In this specific use case inheritance goes up the tree, i.e. role 2 has all permissions of roles 2 and 3, and role 1 has all permissions of roles 1, 2 and 3. A junior would get role 3 (fewest permissions), a senior role 2 (more permissions) and a manager role 1 (most permissions).

This example is still simple and (crucially) a strict tree, not a directed acyclic graph. In reality, the lowest level roles contain permissions for individual tasks, like "view sales orders" or "modify AP master data". These tasks are included in the (job) roles of several employees, and therefore have multiple parent roles.

I implemented this with a pair of Repeat actions, one for the tree expansion, another for partial paths (pretty much the same as with the Hierarchy path.

Repeat.morph (27.1 KB)

findings

  • moving the output even closer to that of Hierarchy path simplified the flow.
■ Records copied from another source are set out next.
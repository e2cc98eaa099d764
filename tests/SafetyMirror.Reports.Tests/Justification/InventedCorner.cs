using NetTopologySuite.Geometries;
using SafetyMirror.Core.Design.Evaluation;
using SafetyMirror.Core.Design.Recommendation;
using SafetyMirror.Core.Optics;
using SafetyMirror.Core.Site;
using SafetyMirror.Reports.Justification;

namespace SafetyMirror.Reports.Tests.Justification;

/// <summary>An invented corner: a mews exit onto a 30 km/h street, a corner house hiding the traffic from the west, a low hedge to the east.</summary>
/// <remarks>Local metres, x east, y north; the street runs along y = 0 to 6 with a footway to y = 9. No real place.</remarks>
internal static class InventedCorner
{
    private static readonly GeometryFactory Factory = new();

    /// <summary>The header every sample report carries.</summary>
    public static ReportHeader Header(string title = "Invented Sorrel Mews exit: sight distance justification") =>
        new(title, "Sorrel Mews exit onto Tanner Row (invented)", "INV-2025-007", "Sorrel Mews residents (invented)", "R. Example (invented)", new DateOnly(2025, 3, 14));

    /// <summary>The corner; without the house both directions are open, and with a second house to the east instead of the hedge both are hidden.</summary>
    public static SitePlan Plan(bool withHouse = true, bool eastHouse = false) => new(
        PlanFrame.LocalMetres,
        eyes: [new Eye(new Vec3(0, -3, 1.08), new FeatureReference(0, "driver", "Driver waiting at the Sorrel Mews exit"))],
        approaches:
        [
            new Approach(Line((-120, 1.5), (-40, 1.5), (0, 1.5)), 30, 0, new FeatureReference(1, "eastbound", "Tanner Row eastbound")),
            new Approach(Line((120, 4.5), (0, 4.5)), 30, 0, new FeatureReference(2, "westbound", "Tanner Row westbound")),
        ],
        obstacles:
        [
            .. withHouse ? [new Obstacle(Box(-30, -20, -2, -1), 6, new FeatureReference(3, "house", "No. 2 Tanner Row (corner house)"))] : Array.Empty<Obstacle>(),
            eastHouse
                ? new Obstacle(Box(2, -20, 30, -1), 6, new FeatureReference(4, "east-house", "No. 1 Tanner Row"))
                : new Obstacle(Box(2, -12, 2.8, -1), 0.8, new FeatureReference(4, "hedge", "Low hedge of No. 1")),
        ],
        mountingZones: [new MountingZone(Line((-8, 7.5), (8, 7.5)), new FeatureReference(7, "verge", "Footway edge opposite the exit"))],
        carriageways: [new Carriageway(Box(-120, 0, 120, 6), new FeatureReference(5, "carriageway", "Tanner Row"))],
        footways: [new Footway(Box(-120, 6, 120, 9), SiteRanges.DefaultKerbHeightM, new FeatureReference(6, "footway", "North footway"))]);

    /// <summary>A 600 mm round mirror of radius 2.2 m across the street, aimed south-west and tilted down.</summary>
    public static MirrorPlacement Mirror { get; } = new(6, 7.5, 2.95, 231, 5, 3.0, new RoundAperture(0.8));

    /// <summary>That mirror evaluated on the corner with the default options.</summary>
    public static MirrorEvaluation Evaluation { get; } = MirrorEvaluator.Evaluate(Plan(), Mirror, new EvaluationOptions()).Evaluation!;

    /// <summary>The recommendation for the corner with the default options.</summary>
    public static Recommendation Recommendation { get; } = MirrorRecommender.Recommend(Plan(), new RecommendationOptions()).Recommendation!;

    private static LineString Line(params (double X, double Y)[] points) =>
        Factory.CreateLineString(points.Select(p => new Coordinate(p.X, p.Y)).ToArray());

    private static Polygon Box(double x0, double y0, double x1, double y1) =>
        Factory.CreatePolygon([new(x0, y0), new(x1, y0), new(x1, y1), new(x0, y1), new(x0, y0)]);
}
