using NetTopologySuite.Geometries;
using NetTopologySuite.Geometries.Utilities;
using SafetyMirror.Core.Design.Evaluation;
using SafetyMirror.Core.Optics;
using SafetyMirror.Core.Site;
using SafetyMirror.Reports.Justification;

namespace SafetyMirror.Reports.Tests.Justification;

/// <summary>Variants of the invented corner for the site plan's tests: turned, faster, with a stop line, with the mirror aimed too far.</summary>
internal static class SitePlanCorners
{
    private static readonly GeometryFactory Factory = new();

    /// <summary>The invented corner's mirror aimed too far down the street, so part of the eastbound lane is seen neither way.</summary>
    public static MirrorPlacement MisaimedMirror { get; } = new(0, 7.5, 2.9, 220, 8, 2.2, new RoundAperture(0.6));

    /// <summary>The report case of a mirror on a plan, evaluated with the default options.</summary>
    public static ReportCase Evaluated(SitePlan plan, MirrorPlacement mirror) =>
        ReportCase.Of(plan, MirrorEvaluator.Evaluate(plan, mirror, new EvaluationOptions()).Evaluation
            ?? throw new InvalidOperationException("The sample corner must evaluate."));

    /// <summary>The invented corner with its default mirror.</summary>
    public static ReportCase Demo() => Evaluated(InventedCorner.Plan(), InventedCorner.Mirror);

    /// <summary>The invented corner with its street at <paramref name="speedKmh"/>, so the required distances grow.</summary>
    public static SitePlan Faster(double speedKmh)
    {
        var plan = InventedCorner.Plan();
        return new SitePlan(plan.Frame, plan.Eyes, plan.Approaches.Select(a => new Approach(a.Line, speedKmh, a.GradePercent, a.Feature)),
            plan.Obstacles, plan.MountingZones, plan.Carriageways, plan.Footways);
    }

    /// <summary>The invented corner with a stop line across the mews exit, half a metre short of the street.</summary>
    public static SitePlan WithStopLine()
    {
        var plan = InventedCorner.Plan();
        var stop = new StopLine(Factory.CreateLineString([new(-1.8, -0.5), new(1.8, -0.5)]), new FeatureReference(8, "stop", "Stop line at the mews exit"));
        return new SitePlan(plan.Frame, plan.Eyes, plan.Approaches, plan.Obstacles, plan.MountingZones, plan.Carriageways, plan.Footways, [stop]);
    }

    /// <summary>The invented corner and its mirror turned <paramref name="degrees"/> counter-clockwise about the plan's origin, so its street no longer runs east–west.</summary>
    public static ReportCase Turned(double degrees)
    {
        var turn = AffineTransformation.RotationInstance(degrees * Math.PI / 180);
        T Turn<T>(T geometry) where T : Geometry => (T)turn.Transform(geometry);
        Vec3 TurnPoint(Vec3 p)
        {
            var c = turn.Transform(new Coordinate(p.X, p.Y), new Coordinate());
            return new Vec3(c.X, c.Y, p.Z);
        }

        var plan = InventedCorner.Plan();
        var turned = new SitePlan(
            plan.Frame,
            plan.Eyes.Select(e => e with { Position = TurnPoint(e.Position) }),
            plan.Approaches.Select(a => new Approach(Turn(a.Line), a.SpeedKmh, a.GradePercent, a.Feature)),
            plan.Obstacles.Select(o => new Obstacle(Turn(o.Footprint), o.HeightM, o.Feature)),
            plan.MountingZones.Select(z => z with { Zone = Turn(z.Zone) }),
            plan.Carriageways.Select(c => c with { Area = Turn(c.Area) }),
            plan.Footways.Select(f => f with { Area = Turn(f.Area) }));
        var m = InventedCorner.Mirror;
        var at = TurnPoint(new Vec3(m.XM, m.YM, 0));
        // Turning the plan counter-clockwise takes a compass bearing (clockwise from north) back by the same angle.
        return Evaluated(turned, m with { XM = at.X, YM = at.Y, AzimuthDeg = m.AzimuthDeg - degrees });
    }
}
This is a testament to the design of the I/O formats for Hierarchy path.
  • I didn't find a way of having the input passed to the Repeat action, so I resorted to writing it to disk outside the Repeat action, and reading it from disk inside the Repeat action.
  • The actual tree expansion was the easy bit. My addition of specifications (and guarantees) about partial paths and self-paths added quite a bit of logic.
  • I didn't expect to even get close to the performance of a native easymorph action, but I shouldn't have bothered checking: yes, the native Hierarchy path is probably faster, but it doesn't matter. Both run in milliseconds, even on an artificially inflated dataset of 1 million rows.
  • Fortunately, I did check performance, because it pointed me to memory being a limiting factor. Below is the max memory consumption for the entire flow (the difference between the two options.
    rows max. memory
    0 175MB
    1000 500MB
    10000 740MB
    100000 2.5GB
    1000000 9.5GB

The memory consumption came as somewhat of a surprise to me. The as the data for the largest input (1 million rows, 2 columns with longest total text length of 4 characters) would take up 12MB uncompressed (assuming null-terminated strings and UTF16). This is purely theoretical, of course, and I realise that the data structure would take up extra space. On the other hand, the data should compress well; even a simple integer replacement of unique values would reduce the theoretical data size to 3MB. Saving the tree to disk showed that in practice, the data structure takes up much more space: on disk, the input data takes up 250MB. I might dig into this a bit more.

1 Like

EasyMorph uses columnar compression that doesn't work well on columns with long unique strings. In such cases, columnar compression even increases data, instead of compressing it. This can be particularly noticeable on synthetic datasets.

In real life, datasets typically have mixed column types, so overall columnar compression does compress data.

Besides that, the "Repeat" action keeps all intermediate results of each iteration in memory and that increases memory consumption as well.